Task statement
Using the records below, filter for lines that contain the string "const" and copy them out.
- Opening Delimiter -
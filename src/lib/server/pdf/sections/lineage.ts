import type { Content } from 'pdfmake/interfaces';
import { formatMoment } from '../../../report/dates';
import type { ReportCapture, ReportTable } from '../../../report/report-model';
import { formatDuration, formatNumber } from '../../../units/format';
import { INK_SOFT } from '../print-style';
import type { SheetContext } from '../sheet-context';
import { facts, figures, heading, rich, ruledTable, soft } from '../typeset';

const hash = (sha256: string): Content => ({
	text: figures(sha256.match(/.{32}/g)?.join(' ') ?? sha256),
	fontSize: 6.6
});

function captureBlock({ model, phase }: SheetContext, capture: ReportCapture): Content[] {
	const started =
		capture.startedAt === null ? 'start not known' : formatMoment(capture.startedAt, model.site.timeZone);
	const rate =
		capture.samplingRate_Hz === null
			? ''
			: `, ${formatNumber(capture.samplingRate_Hz, { decimals: 0 })} samples a second`;
	return [
		...heading(
			capture.name,
			`${capture.format} ${capture.variant}, ${started}, ${formatDuration(capture.duration_s)}${rate}, ${formatNumber(capture.windowCount, { decimals: 0 })} ${capture.samplingRate_Hz === null ? 'intervals' : 'windows'}.`
		),
		ruledTable(
			[
				{ head: 'File', width: 150 },
				{ head: 'Bytes', width: 60, align: 'right', mono: true },
				{ head: 'SHA-256', width: '*' }
			],
			capture.files.map((file) => [
				file.name,
				formatNumber(file.size_bytes, { decimals: 0 }),
				hash(file.sha256)
			]),
			{ margin: [0, 0, 0, 4] }
		),
		ruledTable(
			[
				{ head: 'Channel', width: '*' },
				{ head: 'Quantity', width: 80 },
				{ head: 'Phase', width: 80 },
				{ head: 'Factor to primary', width: 100, align: 'right', mono: true }
			],
			capture.channels.map((c) => [
				c.channel,
				c.quantity,
				phase(c.phase),
				String(Number(c.toPrimary.toPrecision(10)))
			])
		)
	];
}

/** Appendix A: where every figure comes from. */
export function lineageSection(context: SheetContext): Content[] {
	const { lineage } = context.model;
	return [
		facts([
			['Engine version', lineage.engineVersion],
			['Assessment', lineage.assessmentId],
			['Limit set', `${lineage.limitSet.title}, library no. ${lineage.limitSet.id}`],
			['Source file of the limit set', hash(lineage.limitSet.sourceSha256)],
			['Data hash', hash(lineage.dataSha256)]
		]),
		...lineage.captures.flatMap((capture) => captureBlock(context, capture)),
		...heading('Limit rows used'),
		ruledTable(
			[
				{ head: 'Row', width: 34, mono: true },
				{ head: 'Table', width: 150 },
				{ head: 'Clause', width: 60 },
				{ head: 'Covers', width: '*' },
				{ head: 'Limit %', width: 44, align: 'right', mono: true },
				{ head: 'Provenance', width: 74 }
			],
			lineage.limitRows.map((row) => [
				String(row.id),
				row.table,
				row.clause,
				row.what,
				row.limit_pct === null ? 'formula' : formatNumber(row.limit_pct),
				row.provenance.replace('-', ' ')
			])
		),
		soft(
			'The data hash is taken over the hashes of the captures, their mapping, the engine version, the limit rows and every figure of appendix B. Limits and clause numbers are taken from the limit library of the product; the purchased standard prevails.'
		)
	];
}

function everyValue({ phase }: SheetContext, table: ReportTable): Content[] {
	const assessed = table.rules.filter((rule) => rule.rows.some((row) => row.verdict !== 'not-assessed'));
	return assessed.flatMap((rule) => [
		{
			text: rich(`${table.title}: ${rule.text}`),
			bold: true,
			fontSize: 8.5,
			margin: [0, 6, 0, 2] as [number, number, number, number]
		},
		ruledTable(
			[
				{ head: 'Order', width: 28 },
				...table.phases.map((p) => ({
					head: `${phase(p)} %`,
					width: '*',
					align: 'right' as const,
					mono: true
				})),
				{ head: 'Limit %', width: 40, align: 'right', mono: true },
				{ head: 'U %', width: 36, align: 'right', mono: true },
				{ head: 'Intervals', width: 38, align: 'right', mono: true },
				{ head: 'Flagged', width: 34, align: 'right', mono: true },
				{ head: 'Row', width: 24, align: 'right', mono: true },
				{ head: 'Verdict of the worst phase', width: 92 }
			],
			rule.rows.map((row) => [
				row.label,
				...table.phases.map((p) =>
					formatNumber(row.cells.find((c) => c.phase === p)?.value_pct, { decimals: 4 })
				),
				formatNumber(row.limit_pct, { decimals: 4 }),
				formatNumber(row.uncertainty_pct, { decimals: 4 }),
				formatNumber(row.intervalCount, { decimals: 0 }),
				formatNumber(row.flaggedCount, { decimals: 0 }),
				row.limitRowId === null ? '–' : String(row.limitRowId),
				row.verdict.replace(/-inside-/, ', inside ').replace('not-', 'not ')
			]),
			{ fontSize: 6.8 }
		)
	]);
}

/** Appendix B: every value with four decimals, its uncertainty and the row it was held against. */
export function allValuesSection(context: SheetContext): Content[] {
	return [
		{
			text: rich(
				'U is the expanded uncertainty (k = 2) of the worst phase, in percentage points of the same basis.'
			),
			color: INK_SOFT,
			fontSize: 8.5
		},
		...context.model.tables.flatMap((table) => everyValue(context, table))
	];
}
- Closing Delimiter -
Answer to this exercise
const hash = (sha256: string): Content => ({
	const started =
	const rate =
	const { lineage } = context.model;
	const assessed = table.rules.filter((rule) => rule.rows.some((row) => row.verdict !== 'not-assessed'));
					align: 'right' as const,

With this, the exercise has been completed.